Sunday, May 22, 2011

How ought/must/can one pursue theology? From where you are.

This question has several important answers, all of which help me to see more clearly, all of which strengthen my hand, all of which help me to be more faithful.

Tonight's answer:  You can only pursue theology from where you are.  [Tonight's answer is dedicated to Shane Goodwin.]


You are in the middle of things (in media res)!  You are already on your way.  You are not at an utter beginning, nor can you get there.  Your thoughts, assumptions, background, tastes, talents, etc., are already in play and moving.  You have been shaped by your culture, your family, your past, your micro-sub-culture.  Yes, you can dig some of that up and examine it, but that, too, is a process that starts from where you are.

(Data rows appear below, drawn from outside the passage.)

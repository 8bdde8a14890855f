# Two commands do all set-up on a fresh machine: `make demo` and `make test`.
PYTHON ?= $(shell command -v python3.12 || command -v python3.11 || command -v python3)
VENV := .venv
BIN := $(VENV)/bin
OUT ?= demo-output

.PHONY: demo test venv bench clean fuzz

$(BIN)/corpuskit: pyproject.toml
	$(PYTHON) -m venv $(VENV)
	$(BIN)/pip install --quiet --upgrade pip
	$(BIN)/pip install --quiet -e '.[dask,test]'
	touch $@

venv: $(BIN)/corpuskit

demo: venv
	$(BIN)/corpuskit demo --out $(OUT)

# Debian's unicode-data (UCD test files) and chromium (rendering check) are
# installed when missing and apt is usable; tests that need them skip otherwise.
test: venv
	-@sh tests/system-setup.sh
	$(BIN)/python -m pytest -q -p no:cacheprovider

fuzz: venv
	HYPOTHESIS_PROFILE=long $(BIN)/python -m pytest -q tests/test_fuzz.py

bench: venv
	$(BIN)/python benchmarks/normalise.py
	$(BIN)/python benchmarks/dedup.py
	$(BIN)/python benchmarks/langid.py

clean:
	rm -rf $(VENV) $(OUT) build *.egg-info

You are the age you are.  Yes, Mozart had composed x operas, y symphonies, and z piano concerti by the time he was your age, AND YOU HAVEN'T!  So what?  You haven't written the books and articles you wanted to write, you haven't mastered German, French, and classical Greek the way you think you should have by the age of 12.  So what?  Not only will fretting NOT change your yesterdays, it gets in the way of accomplishing things today.

God has given you today, this hour, this moment.  Taste and savor.  Give thanks.  Relax.  This moment, this NOW liberates you into his love.  It liberates you into loving your neighbor.  It may even liberate you into writing a paragraph that describes God in a way that will lift the spirits of your neighbor or friend.

Find a leaf, a rock, a glass of water and behold the beauty and grace of God's handiwork in it, behold his love for you in it.  See it for the personal and amazing gift that it is.  Then, then, in contemplating the delicate and yet ferocious love of God for you, you may be able to point to it and say to your neighbor, your friend, "See?  See!  God loves.  Christ is risen indeed!  God is with us!"  The Bible, the Church, the comments of the saints will help us articulate this.  But we need the immediacy, the freshness, the humility, the peace of seeing ourselves not as universal but as local.  Our theology cannot be always-and-everywhere, because only God is that.  Our theology must and can only be here-and-now, pointing to this God who, although universal, is also here-and-now-with-us.

Look at this.  Isn't it amazing?  Electrons on a screen - -who would have thought it?  God loves.  Christ is risen indeed!  God is with us!